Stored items
BEGIN

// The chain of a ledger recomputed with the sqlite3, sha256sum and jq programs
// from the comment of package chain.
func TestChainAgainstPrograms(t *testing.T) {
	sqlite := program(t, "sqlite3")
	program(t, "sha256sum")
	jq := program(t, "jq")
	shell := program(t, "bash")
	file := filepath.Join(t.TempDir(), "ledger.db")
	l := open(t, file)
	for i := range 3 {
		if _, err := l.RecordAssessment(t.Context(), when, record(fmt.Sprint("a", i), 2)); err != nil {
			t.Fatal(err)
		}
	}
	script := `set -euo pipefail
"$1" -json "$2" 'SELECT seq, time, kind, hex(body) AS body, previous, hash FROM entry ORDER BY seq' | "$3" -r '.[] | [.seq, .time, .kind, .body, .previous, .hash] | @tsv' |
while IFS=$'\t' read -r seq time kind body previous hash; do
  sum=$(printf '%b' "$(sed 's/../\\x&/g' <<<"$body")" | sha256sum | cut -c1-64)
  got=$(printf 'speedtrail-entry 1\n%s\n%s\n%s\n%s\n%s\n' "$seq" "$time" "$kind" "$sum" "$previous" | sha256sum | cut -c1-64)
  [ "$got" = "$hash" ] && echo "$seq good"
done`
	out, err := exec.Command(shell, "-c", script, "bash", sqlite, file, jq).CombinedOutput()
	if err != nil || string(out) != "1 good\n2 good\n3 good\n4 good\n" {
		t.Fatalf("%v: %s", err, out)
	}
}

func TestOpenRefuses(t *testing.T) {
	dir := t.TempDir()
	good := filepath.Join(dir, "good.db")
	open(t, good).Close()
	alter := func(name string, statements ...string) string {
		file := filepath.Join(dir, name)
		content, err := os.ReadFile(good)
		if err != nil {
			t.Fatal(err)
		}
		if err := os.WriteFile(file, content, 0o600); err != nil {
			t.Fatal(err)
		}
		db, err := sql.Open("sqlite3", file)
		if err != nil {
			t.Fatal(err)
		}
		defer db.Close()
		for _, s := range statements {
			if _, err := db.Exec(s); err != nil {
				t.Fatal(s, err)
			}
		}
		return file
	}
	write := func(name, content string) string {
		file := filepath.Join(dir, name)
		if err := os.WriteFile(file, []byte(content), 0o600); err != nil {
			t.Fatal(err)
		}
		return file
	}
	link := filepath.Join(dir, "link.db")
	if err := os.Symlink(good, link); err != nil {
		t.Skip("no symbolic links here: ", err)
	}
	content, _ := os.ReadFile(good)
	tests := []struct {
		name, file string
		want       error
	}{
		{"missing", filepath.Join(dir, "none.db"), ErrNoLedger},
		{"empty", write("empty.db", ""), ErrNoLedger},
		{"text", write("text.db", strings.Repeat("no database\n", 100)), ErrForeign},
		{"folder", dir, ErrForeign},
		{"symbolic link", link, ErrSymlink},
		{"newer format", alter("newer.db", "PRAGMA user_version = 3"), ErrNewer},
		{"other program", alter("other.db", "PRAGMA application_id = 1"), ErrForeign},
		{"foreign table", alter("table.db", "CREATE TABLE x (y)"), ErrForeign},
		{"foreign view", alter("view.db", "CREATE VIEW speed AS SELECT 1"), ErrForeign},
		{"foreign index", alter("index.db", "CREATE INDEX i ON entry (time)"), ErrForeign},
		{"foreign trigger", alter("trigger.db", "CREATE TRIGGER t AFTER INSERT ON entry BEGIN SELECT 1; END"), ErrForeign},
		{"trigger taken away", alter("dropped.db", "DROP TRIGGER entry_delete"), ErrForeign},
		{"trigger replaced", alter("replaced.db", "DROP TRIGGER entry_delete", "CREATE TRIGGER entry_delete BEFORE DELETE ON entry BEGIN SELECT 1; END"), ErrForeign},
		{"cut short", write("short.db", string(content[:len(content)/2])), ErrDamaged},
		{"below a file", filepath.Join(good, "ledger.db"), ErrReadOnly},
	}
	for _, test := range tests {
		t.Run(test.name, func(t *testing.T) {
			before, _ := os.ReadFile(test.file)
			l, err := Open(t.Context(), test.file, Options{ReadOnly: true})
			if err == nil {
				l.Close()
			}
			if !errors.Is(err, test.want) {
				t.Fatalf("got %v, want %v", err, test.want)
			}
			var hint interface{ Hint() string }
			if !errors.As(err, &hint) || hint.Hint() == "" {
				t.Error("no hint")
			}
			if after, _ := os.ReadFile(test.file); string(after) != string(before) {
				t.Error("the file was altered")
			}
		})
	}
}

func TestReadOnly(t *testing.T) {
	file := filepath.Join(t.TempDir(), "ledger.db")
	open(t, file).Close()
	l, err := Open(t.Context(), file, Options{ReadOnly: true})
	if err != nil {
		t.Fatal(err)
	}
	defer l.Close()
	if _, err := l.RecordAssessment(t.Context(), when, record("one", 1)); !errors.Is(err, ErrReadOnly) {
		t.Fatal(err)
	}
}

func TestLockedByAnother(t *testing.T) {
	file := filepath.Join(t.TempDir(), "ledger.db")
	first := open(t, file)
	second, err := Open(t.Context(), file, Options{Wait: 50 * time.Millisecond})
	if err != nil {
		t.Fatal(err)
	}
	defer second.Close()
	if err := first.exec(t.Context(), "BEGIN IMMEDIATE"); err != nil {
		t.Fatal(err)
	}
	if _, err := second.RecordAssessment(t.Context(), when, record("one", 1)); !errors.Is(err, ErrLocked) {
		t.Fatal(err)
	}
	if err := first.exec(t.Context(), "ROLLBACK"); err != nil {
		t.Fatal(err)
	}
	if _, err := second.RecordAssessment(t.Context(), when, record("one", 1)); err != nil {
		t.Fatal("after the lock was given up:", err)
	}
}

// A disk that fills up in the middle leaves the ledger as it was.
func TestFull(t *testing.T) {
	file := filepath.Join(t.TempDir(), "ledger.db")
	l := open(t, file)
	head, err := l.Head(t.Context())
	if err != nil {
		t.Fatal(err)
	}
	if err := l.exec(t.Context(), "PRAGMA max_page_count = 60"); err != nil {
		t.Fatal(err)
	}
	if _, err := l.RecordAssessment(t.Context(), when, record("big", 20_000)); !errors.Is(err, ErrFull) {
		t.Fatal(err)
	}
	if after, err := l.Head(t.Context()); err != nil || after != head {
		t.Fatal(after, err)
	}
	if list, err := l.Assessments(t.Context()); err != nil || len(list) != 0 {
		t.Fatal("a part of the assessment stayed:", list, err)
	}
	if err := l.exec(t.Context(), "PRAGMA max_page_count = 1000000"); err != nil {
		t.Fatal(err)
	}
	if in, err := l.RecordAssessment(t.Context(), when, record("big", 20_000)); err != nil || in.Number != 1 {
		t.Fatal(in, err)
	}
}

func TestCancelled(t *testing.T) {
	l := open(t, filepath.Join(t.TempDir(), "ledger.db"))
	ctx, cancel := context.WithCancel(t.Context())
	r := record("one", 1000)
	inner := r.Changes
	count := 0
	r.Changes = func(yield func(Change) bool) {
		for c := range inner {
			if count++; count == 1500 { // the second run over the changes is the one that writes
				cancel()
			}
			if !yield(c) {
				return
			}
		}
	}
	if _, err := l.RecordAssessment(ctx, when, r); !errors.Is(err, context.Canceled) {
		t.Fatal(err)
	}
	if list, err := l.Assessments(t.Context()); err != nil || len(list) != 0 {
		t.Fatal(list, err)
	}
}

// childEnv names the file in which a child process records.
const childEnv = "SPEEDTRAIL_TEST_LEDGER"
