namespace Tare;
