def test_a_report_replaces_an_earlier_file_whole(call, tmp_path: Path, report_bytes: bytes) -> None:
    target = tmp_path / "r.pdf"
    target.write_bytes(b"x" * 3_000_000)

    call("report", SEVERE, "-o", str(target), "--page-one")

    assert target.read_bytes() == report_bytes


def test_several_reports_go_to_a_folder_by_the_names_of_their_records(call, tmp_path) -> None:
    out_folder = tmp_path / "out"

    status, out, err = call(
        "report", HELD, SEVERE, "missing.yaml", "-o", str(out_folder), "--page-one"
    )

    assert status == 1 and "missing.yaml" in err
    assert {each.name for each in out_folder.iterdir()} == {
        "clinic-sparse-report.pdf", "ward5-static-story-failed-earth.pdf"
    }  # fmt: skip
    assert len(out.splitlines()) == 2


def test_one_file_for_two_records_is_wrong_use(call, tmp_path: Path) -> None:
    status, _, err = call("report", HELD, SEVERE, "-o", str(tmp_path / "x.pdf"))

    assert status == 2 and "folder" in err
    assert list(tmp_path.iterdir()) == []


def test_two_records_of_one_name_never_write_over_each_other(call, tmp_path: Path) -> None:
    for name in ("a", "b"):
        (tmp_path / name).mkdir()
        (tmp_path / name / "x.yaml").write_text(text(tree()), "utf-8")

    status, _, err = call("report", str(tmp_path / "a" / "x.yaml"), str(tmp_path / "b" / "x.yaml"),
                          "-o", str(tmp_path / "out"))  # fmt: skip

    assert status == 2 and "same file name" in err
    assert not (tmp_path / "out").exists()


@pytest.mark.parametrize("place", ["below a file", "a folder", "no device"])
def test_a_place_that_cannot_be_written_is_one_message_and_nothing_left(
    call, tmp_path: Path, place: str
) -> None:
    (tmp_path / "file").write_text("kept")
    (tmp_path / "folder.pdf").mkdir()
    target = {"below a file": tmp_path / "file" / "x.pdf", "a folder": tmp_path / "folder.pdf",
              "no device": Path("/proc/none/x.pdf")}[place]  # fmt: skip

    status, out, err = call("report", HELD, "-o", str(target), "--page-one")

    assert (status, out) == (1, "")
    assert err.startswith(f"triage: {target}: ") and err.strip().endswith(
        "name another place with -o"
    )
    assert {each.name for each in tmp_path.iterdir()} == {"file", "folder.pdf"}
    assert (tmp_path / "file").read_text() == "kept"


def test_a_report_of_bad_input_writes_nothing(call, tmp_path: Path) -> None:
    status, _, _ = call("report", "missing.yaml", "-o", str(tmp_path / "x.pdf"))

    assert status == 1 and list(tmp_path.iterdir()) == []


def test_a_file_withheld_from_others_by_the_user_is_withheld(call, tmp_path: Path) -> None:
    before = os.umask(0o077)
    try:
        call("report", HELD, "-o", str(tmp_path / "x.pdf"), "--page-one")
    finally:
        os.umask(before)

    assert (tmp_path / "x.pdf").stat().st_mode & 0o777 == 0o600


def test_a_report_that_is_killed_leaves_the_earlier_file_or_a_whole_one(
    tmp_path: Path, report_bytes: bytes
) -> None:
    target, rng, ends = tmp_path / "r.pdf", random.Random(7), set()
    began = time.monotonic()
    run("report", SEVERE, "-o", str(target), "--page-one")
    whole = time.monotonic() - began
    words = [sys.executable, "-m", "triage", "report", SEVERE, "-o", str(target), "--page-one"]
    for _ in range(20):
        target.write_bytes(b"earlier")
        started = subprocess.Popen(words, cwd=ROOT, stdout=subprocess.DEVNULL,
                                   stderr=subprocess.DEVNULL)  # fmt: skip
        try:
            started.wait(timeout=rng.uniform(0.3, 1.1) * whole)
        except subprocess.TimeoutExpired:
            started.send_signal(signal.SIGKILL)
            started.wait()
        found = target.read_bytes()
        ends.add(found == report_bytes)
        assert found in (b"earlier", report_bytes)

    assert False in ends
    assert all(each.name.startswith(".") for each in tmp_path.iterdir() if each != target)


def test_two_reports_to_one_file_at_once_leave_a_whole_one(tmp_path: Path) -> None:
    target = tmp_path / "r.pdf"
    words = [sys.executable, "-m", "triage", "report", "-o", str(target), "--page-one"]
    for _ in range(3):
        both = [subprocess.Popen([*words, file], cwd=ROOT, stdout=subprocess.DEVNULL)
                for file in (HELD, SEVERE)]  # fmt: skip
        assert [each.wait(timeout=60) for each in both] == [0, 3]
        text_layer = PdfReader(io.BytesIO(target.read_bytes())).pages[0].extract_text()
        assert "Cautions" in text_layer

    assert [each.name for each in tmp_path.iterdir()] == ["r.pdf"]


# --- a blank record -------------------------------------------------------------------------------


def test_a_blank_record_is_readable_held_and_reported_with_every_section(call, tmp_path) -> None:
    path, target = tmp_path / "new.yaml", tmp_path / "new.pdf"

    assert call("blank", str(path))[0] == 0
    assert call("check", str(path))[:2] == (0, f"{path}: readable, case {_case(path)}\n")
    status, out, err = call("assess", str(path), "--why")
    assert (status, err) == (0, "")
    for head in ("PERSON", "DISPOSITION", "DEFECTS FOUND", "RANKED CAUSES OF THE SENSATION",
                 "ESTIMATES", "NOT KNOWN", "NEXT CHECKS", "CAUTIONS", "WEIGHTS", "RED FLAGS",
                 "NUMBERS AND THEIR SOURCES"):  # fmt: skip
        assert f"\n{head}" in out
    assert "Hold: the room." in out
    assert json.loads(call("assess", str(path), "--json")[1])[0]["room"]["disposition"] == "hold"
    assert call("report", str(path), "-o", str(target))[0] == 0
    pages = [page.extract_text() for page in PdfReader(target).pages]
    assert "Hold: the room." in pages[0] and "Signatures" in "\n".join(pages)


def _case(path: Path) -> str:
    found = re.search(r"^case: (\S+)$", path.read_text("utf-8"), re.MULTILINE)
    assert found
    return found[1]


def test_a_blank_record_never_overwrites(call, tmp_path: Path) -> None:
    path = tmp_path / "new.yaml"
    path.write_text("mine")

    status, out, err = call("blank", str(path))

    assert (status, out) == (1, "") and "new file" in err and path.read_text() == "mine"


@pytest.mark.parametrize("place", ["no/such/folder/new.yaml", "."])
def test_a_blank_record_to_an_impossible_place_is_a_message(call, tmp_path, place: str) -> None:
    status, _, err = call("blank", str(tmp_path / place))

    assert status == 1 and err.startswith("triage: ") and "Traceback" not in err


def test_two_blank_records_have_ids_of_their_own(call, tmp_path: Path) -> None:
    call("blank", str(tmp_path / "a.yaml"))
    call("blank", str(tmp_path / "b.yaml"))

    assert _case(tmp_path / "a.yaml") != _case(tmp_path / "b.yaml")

END

Exercise:
Search the data above for the string "script" and report each line that holds it.

Answer section:
	script := `set -euo pipefail
	out, err := exec.Command(shell, "-c", script, "bash", sqlite, file, jq).CombinedOutput()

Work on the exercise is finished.